Exercise materials below:

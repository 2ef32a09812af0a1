import { describe, expect, it } from 'vitest';
import { luFactor, luInverse, luSolve } from '../../../core/shift/linear-solve';
import { expectAbsClose } from '../../helpers/assert-close';

describe('luFactor()', () => {
  it('luInverse() reproduces the exact inverse of the 3×3 Hilbert matrix', () => {
    // H_ij = 1/(i + j − 1); H⁻¹ = [[9, −36, 30], [−36, 192, −180], [30, −180, 180]] (closed form,
    // Hilbert 1894; the integer inverse is a standard worked example in numerical analysis texts).
    const h = Float64Array.from([1, 1 / 2, 1 / 3, 1 / 2, 1 / 3, 1 / 4, 1 / 3, 1 / 4, 1 / 5]);
    const inv = luInverse(luFactor(h, 3));
    const exact = [9, -36, 30, -36, 192, -180, 30, -180, 180];
    exact.forEach((v, i) => expectAbsClose(inv[i], v, 1e-9, `H⁻¹[${i}]`));
  });

  it('luSolve() solves a system that needs pivoting (zero leading entry, KKT-like)', () => {
    // [[0, 1], [1, 0]] x = [2, 3] → x = [3, 2] (analytic).
    const f = luFactor(Float64Array.from([0, 1, 1, 0]), 2);
    expect(f.singular).toBe(false);
    expect(Array.from(luSolve(f, [2, 3]))).toEqual([3, 2]);
  });

  it('luFactor() reports a singular matrix', () => {
    expect(luFactor(Float64Array.from([1, 2, 2, 4]), 2).singular).toBe(true);
    expect(luFactor(new Float64Array(0), 0).singular).toBe(false);
  });
});
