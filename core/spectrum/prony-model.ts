/**
 * Generalised Maxwell model (Prony series). Ferry, Viscoelastic Properties of Polymers, 3rd ed.
 * (1980), ch. 3; see docs/conventions.md §5:
 *   G'(ω)  = Ge + Σ g_i ω²τ_i² / (1 + ω²τ_i²)
 *   G''(ω) = Σ g_i ωτ_i / (1 + ω²τ_i²)
 *   G(t)   = Ge + Σ g_i exp(−t/τ_i)
 * Moduli in Pa, τ in s, ω in rad/s, t in s.
 */
export interface PronySeries {
  /** Equilibrium (long-time) modulus, Pa. 0 for a melt. */
  equilibriumModulusPa: number;
  /** Relaxation times τ_i, s. */
  tauS: number[];
  /** Mode strengths g_i, Pa (same length as tauS). */
  modulusPa: number[];
}

export function pronyStorage(p: PronySeries, omegaRadPerS: number): number {
  let s = p.equilibriumModulusPa;
  for (let i = 0; i < p.tauS.length; i++) {
    const wt = omegaRadPerS * p.tauS[i];
    const wt2 = wt * wt;
    s += (p.modulusPa[i] * wt2) / (1 + wt2);
  }
  return s;
}

export function pronyLoss(p: PronySeries, omegaRadPerS: number): number {
  let s = 0;
  for (let i = 0; i < p.tauS.length; i++) {
    const wt = omegaRadPerS * p.tauS[i];
    s += (p.modulusPa[i] * wt) / (1 + wt * wt);
  }
  return s;
}

export function pronyRelaxation(p: PronySeries, timeS: number): number {
  let s = p.equilibriumModulusPa;
  for (let i = 0; i < p.tauS.length; i++) s += p.modulusPa[i] * Math.exp(-timeS / p.tauS[i]);
  return s;
}

/** Instantaneous (glassy) modulus G0 = Ge + Σ g_i, Pa. */
export function pronyInstantaneous(p: PronySeries): number {
  return p.modulusPa.reduce((a, b) => a + b, p.equilibriumModulusPa);
}
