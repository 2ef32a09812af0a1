import type { PronySeries } from './prony-model';

/**
 * Shear ↔ tension for an isotropic material with a constant Poisson's ratio ν:
 * E = 2(1 + ν)G (docs/conventions.md §1). ν = 0.5 (incompressible rubber) gives E = 3G. A constant ν is
 * itself an approximation for viscoelastic solids (ν changes from the glass to the rubber).
 */
export function tensileFactor(poissonRatio: number): number {
  if (!(poissonRatio > -1 && poissonRatio <= 0.5)) {
    throw new RangeError(`poissonRatio must lie in (−1, 0.5], got ${poissonRatio}`);
  }
  return 2 * (1 + poissonRatio);
}

/** E-series from a G-series: every modulus × 2(1 + ν). */
export function tensileFromShear(series: PronySeries, poissonRatio: number): PronySeries {
  const f = tensileFactor(poissonRatio);
  return {
    equilibriumModulusPa: series.equilibriumModulusPa * f,
    tauS: [...series.tauS],
    modulusPa: series.modulusPa.map((g) => g * f),
  };
}

/** G-series from an E-series: every modulus ÷ 2(1 + ν). */
export function shearFromTensile(series: PronySeries, poissonRatio: number): PronySeries {
  const f = tensileFactor(poissonRatio);
  return {
    equilibriumModulusPa: series.equilibriumModulusPa / f,
    tauS: [...series.tauS],
    modulusPa: series.modulusPa.map((g) => g / f),
  };
}
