import { describe, expect, it } from 'vitest';
import {
  HUBER_K,
  MAD_TO_SIGMA,
  median,
  medianAbs,
  robustRho,
  robustWeight,
} from '../../../core/shift/robust';
import { seededRandom } from '../../../core/synthetic';
import { expectAbsClose } from '../../helpers/assert-close';

describe('robustRho()', () => {
  it('robustRho() is Huber’s loss: quadratic inside the corner, linear outside (Huber 1964)', () => {
    expectAbsClose(robustRho('huber', 0.5, 1), 0.125, 1e-15, 'inside');
    expectAbsClose(robustRho('huber', 3, 1), 2.5, 1e-15, 'outside: c|r| − c²/2');
    expectAbsClose(robustWeight('huber', 3, 1), 1 / 3, 1e-15, 'ψ(r)/r = c/|r|');
    expect(robustWeight('huber', 0.3, 1)).toBe(1);
    expect(robustRho('none', 3, 1)).toBe(4.5);
  });

  it('robustRho() for Cauchy is (c²/2)·ln(1 + (r/c)²) with weight 1/(1 + (r/c)²)', () => {
    expectAbsClose(robustRho('cauchy', 2, 2), 2 * Math.log(2), 1e-15, 'ρ');
    expectAbsClose(robustWeight('cauchy', 2, 2), 0.5, 1e-15, 'w');
    // The weight stays positive far out, so every residual keeps some curvature.
    expectAbsClose(robustWeight('cauchy', 10, 1), 1 / 101, 1e-15, 'w far out');
  });

  it('HUBER_K and MAD_TO_SIGMA are the textbook constants', () => {
    // 1.345 gives 95 % efficiency under normal errors (Huber 1964); 1/Φ⁻¹(0.75) = 1/0.67449 =
    // 1.4826 (standard normal table).
    expect(HUBER_K).toBe(1.345);
    expectAbsClose(MAD_TO_SIGMA, 1 / 0.67449, 1e-4, '1/Φ⁻¹(3/4)');
  });
});

describe('median()', () => {
  it('median() by selection equals the median of a sorted copy (odd, even, duplicates)', () => {
    const rng = seededRandom(7);
    for (const n of [1, 2, 3, 10, 101, 1000]) {
      const a = Array.from({ length: n }, () => Math.round(rng.normal() * 5));
      const s = [...a].sort((x, y) => x - y);
      const m = n % 2 ? s[(n - 1) / 2] : (s[n / 2 - 1] + s[n / 2]) / 2;
      expect(median(a)).toBe(m);
    }
    expect(median([])).toBeNaN();
    expect(medianAbs([-3, 1, 2])).toBe(2);
  });
});
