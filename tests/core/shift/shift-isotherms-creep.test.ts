import { describe, expect, it } from 'vitest';
import { shiftIsotherms } from '../../../core/shift';
import type { ShiftResult } from '../../../core/shift';
import { syntheticCreep } from '../../../core/synthetic';
import { expectAbsClose } from '../../helpers/assert-close';
import {
  CREEP_ARRHENIUS,
  CREEP_WLF,
  makeCreep,
  maxError,
  pushStandardisedErrors,
  rootMeanSquare,
} from './fixtures';
import type { CreepCase } from './fixtures';

const SEEDS = [1, 2, 3, 4, 5];
const aTs = (r: ShiftResult): (number | null)[] => r.curves.map((c) => c.log10aT);

describe('shiftIsotherms() on creep data', () => {
  // The bounds of docs/conventions.md §7 for relaxation data, applied to creep: 0.02 decades at 2 % noise;
  // 0.05 decades at 8 % noise with 30 %-noise early points on two isotherms.
  const row = (c: CreepCase, noise: number, disturbed: boolean, tol: number) =>
    [c.name, noise * 100, disturbed ? ' + disturbed early points' : '', tol, c] as const;
  it.each([
    row(CREEP_WLF, 0.02, false, 0.02),
    row(CREEP_ARRHENIUS, 0.02, false, 0.02),
    row(CREEP_WLF, 0.08, true, 0.05),
    row(CREEP_ARRHENIUS, 0.08, true, 0.05),
  ])(
    'shiftIsotherms() recovers log10 aT of %s (%s %% noise%s) within %s decades',
    (_name, noisePercent, disturbedText, tol, c) => {
      for (const seed of SEEDS) {
        const { dataset, truth } = makeCreep(c, noisePercent / 100, seed, disturbedText !== '');
        const r = shiftIsotherms(dataset, { referenceK: c.options.referenceK });
        expect(r.settings.drivers).toEqual(['creepCompliance']);
        expect(r.abscissa).toBe('time');
        expect(r.curves.every((cv) => cv.included)).toBe(true);
        expectAbsClose(maxError(aTs(r), truth.log10aT), 0, tol, `${c.name} seed ${seed}`);
        expect(r.checks.grade, `${c.name} seed ${seed}`).not.toBe('poor');
      }
    },
  );

  it('shiftIsotherms() gives creep standard errors that describe the actual scatter', () => {
    // RMS of error / standard error near 1 (0.6–1.8, as for oscillatory and relaxation data).
    const z: number[] = [];
    for (const seed of SEEDS) {
      const { dataset, truth } = makeCreep(CREEP_WLF, 0.02, seed);
      pushStandardisedErrors(z, shiftIsotherms(dataset, { referenceK: 300 }).curves, truth.log10aT);
    }
    const rmsZ = rootMeanSquare(z);
    expect(rmsZ).toBeGreaterThan(0.6);
    expect(rmsZ).toBeLessThan(1.8);
  });

  it('shiftIsotherms() takes bT from density for creep, entering as reduced J = measured / bT', () => {
    // bT = Tref·ρref/(T·ρ) (Ferry, Viscoelastic Properties of Polymers, 3rd ed., 1980); a large
    // expansion coefficient makes bT matter (about ±3 % over the set).
    const density = { referenceDensity: 1100, volumetricExpansionPerK: 2e-3 };
    const { dataset, truth } = syntheticCreep({
      ...CREEP_WLF.options,
      relativeNoise: 0.02,
      seed: 21,
      density,
    });
    const r = shiftIsotherms(dataset, {
      referenceK: 300,
      vertical: 'density',
      density: {
        kind: 'expansion',
        referenceDensityKgPerM3: 1100,
        volumetricExpansionPerK: 2e-3,
      },
    });
    r.curves.forEach((cv, k) => {
      expectAbsClose(cv.log10bT!, truth.log10bT[k], 0.005, `${cv.id} log10 bT`);
      expect(cv.log10bTStdErr).toBe(0);
    });
    expect(Math.max(...truth.log10bT.map(Math.abs))).toBeGreaterThan(0.005);
    expectAbsClose(maxError(aTs(r), truth.log10aT), 0, 0.02, 'aT of creep with bT from density');
    // Ignoring bT puts it into aT: the shifts are then worse (bT is not a no-op here).
    const without = shiftIsotherms(dataset, { referenceK: 300 });
    expect(maxError(aTs(without), truth.log10aT)).toBeGreaterThan(maxError(aTs(r), truth.log10aT));
  });

  it("shiftIsotherms() refuses vertical 'data' for creep, explaining why", () => {
    const { dataset } = makeCreep(CREEP_WLF, 0.02, 1);
    expect(() => shiftIsotherms(dataset, { referenceK: 300, vertical: 'data' })).toThrow(/density/);
  });
});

End of Exercise materials.

Work required —
Each line between the start of the listing above and the line containing "H_ij = 1/(i", with both ends counted, is to be set down unchanged.

Result of this task —
repository 2ef32a09812af0a1
import { describe, expect, it } from 'vitest';
import { luFactor, luInverse, luSolve } from '../../../core/shift/linear-solve';
import { expectAbsClose } from '../../helpers/assert-close';

describe('luFactor()', () => {
  it('luInverse() reproduces the exact inverse of the 3×3 Hilbert matrix', () => {
    // H_ij = 1/(i + j − 1); H⁻¹ = [[9, −36, 30], [−36, 192, −180], [30, −180, 180]] (closed form,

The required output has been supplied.